The Swiss majority spoke. And yet it was ignored, neutralized, diluted until it fit the elites’ program. That is the pattern: when the people vote “wrong,” the vote is run again, or buried in technicalities, or simply defied. Sometimes three or four rounds, until fatigue sets in and the “right” answer emerges.

The same with Europe. Repeatedly, the people have said no to joining the EU. And yet, step by step, deal by deal, Switzerland has been drawn into the EU’s orbit until the difference is cosmetic. Did the people vote for this? No. But it is happening anyway.

And COVID exposed the farce most brutally. Yes, there were referendums — but what kind of free vote is it when the media hammers only one answer day and night, branding dissenters as dangerous, unpatriotic, insane? A referendum under propaganda is not democracy. It is manipulation dressed up as choice.

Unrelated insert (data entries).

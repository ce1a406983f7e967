"""The command ``compare``."""

from __future__ import annotations

from pathlib import Path

import click

from ensemble_horizon.cli.session import common_options, console, progress
from ensemble_horizon.errors import SettingsError
from ensemble_horizon.night.comparison.comparing import compare_and_write
from ensemble_horizon.products import (
    difference_table,
    gains,
    gains_table,
    starts_words,
    summary_words,
)
from ensemble_horizon.settings import read_settings


@click.command("compare")
@click.argument("a", type=click.Path())
@click.argument("b", type=click.Path())
@click.option(
    "--folder", type=click.Path(),
    help="Where the products go; by default versions_A_B beside the settings of A.",
)  # fmt: skip
@click.option(
    "--labels", type=str, nargs=2,
    help="Names of the two versions; by default those of the settings files.",
)  # fmt: skip
@common_options
def command(
    a: str, b: str, folder: str | None, labels: tuple[str, str] | None, quiet: bool
) -> None:
    """Say how many hours version B gains over version A on the starts that both have.

    A and B are settings files as for estimate. Writes versions.csv, versions.nc and figures/, and
    prints the table of hours gained, what is told apart first. Where both name analyses or
    observations, the differences of their scores come with it.
    """
    names = labels or _labels(Path(a), Path(b))
    if names[0] == names[1] or not all(name.strip() for name in names):
        raise SettingsError(
            "--labels",
            expected="two different names",
            found=f"{names[0]!r} and {names[1]!r}",
            remedy="give each version a name of its own",
        )
    settings = (read_settings(a), read_settings(b))
    stems = "_".join(name.replace("/", "_") for name in names)
    target = Path(folder) if folder else settings[0].path(f"versions_{stems}")
    with progress(quiet) as bars:
        found, paths = compare_and_write(settings, names, target, bars)
    if quiet:
        return
    rows = gains(result.places for result in found.results)
    screen = console()
    for words in (summary_words(rows), f"{starts_words(found.results[0].places)}."):
        screen.print(words, highlight=False, markup=False)
    screen.print(gains_table(rows))
    if found.scores:
        screen.print(difference_table(found.scores))
    for heading, lines in (
        ("Not compared", found.notes.left_out),
        ("Keep in mind", found.notes.cautions),
    ):
        if lines:
            screen.print(f"{heading}:", highlight=False)
        for line in lines:
            screen.print(f"- {line}", highlight=False, markup=False)
    products = f"{len(paths)} products in {target.resolve()}"
    screen.print(products, highlight=False, markup=False, soft_wrap=True)


def _labels(a: Path, b: Path) -> tuple[str, str]:
    """Names of the files without ending; where they are alike, with their folders."""
    if a.stem != b.stem:
        return a.stem, b.stem
    first, second = (f"{path.resolve().parent.name}/{path.stem}" for path in (a, b))
    return (first, second) if first != second else (f"{a.stem} (1)", f"{b.stem} (2)")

So even in Switzerland, the great “success story,” democracy is no more than a charade. The people are allowed to play at sovereignty, to feel proud of their little votes, while the real direction of the country is set elsewhere, by elites who will not be stopped by the will of the people.

Let’s stop lying to ourselves. Democracy has never been the rule of the people, but the rule of elites laundering their will through ballots and parliaments. 

Democracy feeds not on freedom, but on obedience dressed up as choice. It is not the end of history, it is the oldest trick in the book.